*Work instructions:* Which lines mention "catch"? Show each one from the listing.

*Provided data:*

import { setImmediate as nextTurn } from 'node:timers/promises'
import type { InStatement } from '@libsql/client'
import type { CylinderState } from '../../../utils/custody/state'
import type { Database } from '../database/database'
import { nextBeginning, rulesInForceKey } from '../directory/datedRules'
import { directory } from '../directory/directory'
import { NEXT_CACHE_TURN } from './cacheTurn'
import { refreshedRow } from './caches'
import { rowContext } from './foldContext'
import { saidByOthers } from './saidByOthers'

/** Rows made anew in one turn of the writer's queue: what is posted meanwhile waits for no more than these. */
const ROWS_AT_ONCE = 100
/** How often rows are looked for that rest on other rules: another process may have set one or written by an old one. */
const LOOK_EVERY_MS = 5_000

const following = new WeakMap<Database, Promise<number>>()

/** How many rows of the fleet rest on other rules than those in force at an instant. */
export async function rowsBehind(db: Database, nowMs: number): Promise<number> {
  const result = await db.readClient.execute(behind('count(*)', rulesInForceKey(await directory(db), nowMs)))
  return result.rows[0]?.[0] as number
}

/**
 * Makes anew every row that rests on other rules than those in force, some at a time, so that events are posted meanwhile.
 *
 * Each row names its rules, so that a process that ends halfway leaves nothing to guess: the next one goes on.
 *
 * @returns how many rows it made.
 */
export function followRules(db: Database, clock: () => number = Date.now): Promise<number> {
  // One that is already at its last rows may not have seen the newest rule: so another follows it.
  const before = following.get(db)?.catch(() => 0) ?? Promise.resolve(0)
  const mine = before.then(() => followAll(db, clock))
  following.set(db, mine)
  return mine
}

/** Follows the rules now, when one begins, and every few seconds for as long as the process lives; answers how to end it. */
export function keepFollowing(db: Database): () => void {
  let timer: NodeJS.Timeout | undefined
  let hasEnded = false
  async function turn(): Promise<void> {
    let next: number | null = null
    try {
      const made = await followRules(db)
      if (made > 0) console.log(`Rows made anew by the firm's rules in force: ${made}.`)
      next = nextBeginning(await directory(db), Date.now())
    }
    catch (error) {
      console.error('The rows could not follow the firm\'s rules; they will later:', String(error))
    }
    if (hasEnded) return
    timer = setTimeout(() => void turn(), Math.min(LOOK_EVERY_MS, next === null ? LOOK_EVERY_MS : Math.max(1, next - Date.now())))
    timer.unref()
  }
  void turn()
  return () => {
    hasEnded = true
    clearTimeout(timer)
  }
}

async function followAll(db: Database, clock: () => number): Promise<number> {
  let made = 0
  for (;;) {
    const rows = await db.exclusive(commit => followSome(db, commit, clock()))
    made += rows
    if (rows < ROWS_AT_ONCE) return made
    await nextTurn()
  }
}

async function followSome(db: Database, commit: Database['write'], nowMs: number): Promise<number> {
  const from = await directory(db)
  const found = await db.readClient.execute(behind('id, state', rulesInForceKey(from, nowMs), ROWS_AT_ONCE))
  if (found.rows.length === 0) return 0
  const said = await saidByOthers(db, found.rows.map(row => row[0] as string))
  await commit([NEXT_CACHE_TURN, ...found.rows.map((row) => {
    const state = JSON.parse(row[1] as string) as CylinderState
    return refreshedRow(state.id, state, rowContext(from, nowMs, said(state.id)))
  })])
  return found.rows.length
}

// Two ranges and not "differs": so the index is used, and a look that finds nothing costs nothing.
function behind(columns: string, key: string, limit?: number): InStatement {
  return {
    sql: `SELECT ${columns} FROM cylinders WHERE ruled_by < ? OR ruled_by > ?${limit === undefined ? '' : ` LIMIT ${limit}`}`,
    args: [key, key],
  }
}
...
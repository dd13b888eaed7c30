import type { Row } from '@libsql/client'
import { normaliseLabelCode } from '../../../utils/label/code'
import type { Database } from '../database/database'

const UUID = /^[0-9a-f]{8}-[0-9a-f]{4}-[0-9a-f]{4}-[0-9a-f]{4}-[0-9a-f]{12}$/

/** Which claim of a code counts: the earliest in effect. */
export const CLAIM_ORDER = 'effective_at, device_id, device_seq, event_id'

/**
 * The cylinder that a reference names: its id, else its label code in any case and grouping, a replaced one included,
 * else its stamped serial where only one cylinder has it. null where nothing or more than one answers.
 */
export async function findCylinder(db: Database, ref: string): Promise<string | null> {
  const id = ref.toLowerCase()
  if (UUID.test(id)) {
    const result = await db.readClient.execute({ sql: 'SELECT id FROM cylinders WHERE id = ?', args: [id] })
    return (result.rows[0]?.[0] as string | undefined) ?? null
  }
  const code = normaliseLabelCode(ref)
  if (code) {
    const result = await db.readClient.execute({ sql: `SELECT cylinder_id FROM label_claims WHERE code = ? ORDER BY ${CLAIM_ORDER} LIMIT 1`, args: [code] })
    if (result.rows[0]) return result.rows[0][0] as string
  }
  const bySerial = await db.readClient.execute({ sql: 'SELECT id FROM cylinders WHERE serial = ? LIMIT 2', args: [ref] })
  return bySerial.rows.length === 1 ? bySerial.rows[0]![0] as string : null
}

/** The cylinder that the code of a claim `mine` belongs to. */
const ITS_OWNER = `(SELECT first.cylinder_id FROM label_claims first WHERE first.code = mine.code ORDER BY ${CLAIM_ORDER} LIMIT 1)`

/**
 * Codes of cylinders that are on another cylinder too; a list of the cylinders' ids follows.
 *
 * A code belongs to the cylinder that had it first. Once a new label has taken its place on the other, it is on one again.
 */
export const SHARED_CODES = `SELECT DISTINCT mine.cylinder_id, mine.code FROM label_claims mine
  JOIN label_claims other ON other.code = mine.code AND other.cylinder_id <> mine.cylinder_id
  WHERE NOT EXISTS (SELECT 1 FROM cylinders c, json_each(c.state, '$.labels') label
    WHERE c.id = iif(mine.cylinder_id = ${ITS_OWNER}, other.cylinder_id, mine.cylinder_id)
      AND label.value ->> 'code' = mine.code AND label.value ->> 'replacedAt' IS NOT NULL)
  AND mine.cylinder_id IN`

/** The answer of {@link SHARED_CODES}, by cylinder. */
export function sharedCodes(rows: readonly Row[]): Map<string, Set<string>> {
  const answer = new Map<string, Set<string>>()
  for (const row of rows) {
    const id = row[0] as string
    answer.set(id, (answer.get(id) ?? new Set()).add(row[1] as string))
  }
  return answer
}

*Written response:*
  const before = following.get(db)?.catch(() => 0) ?? Promise.resolve(0)
    catch (error) {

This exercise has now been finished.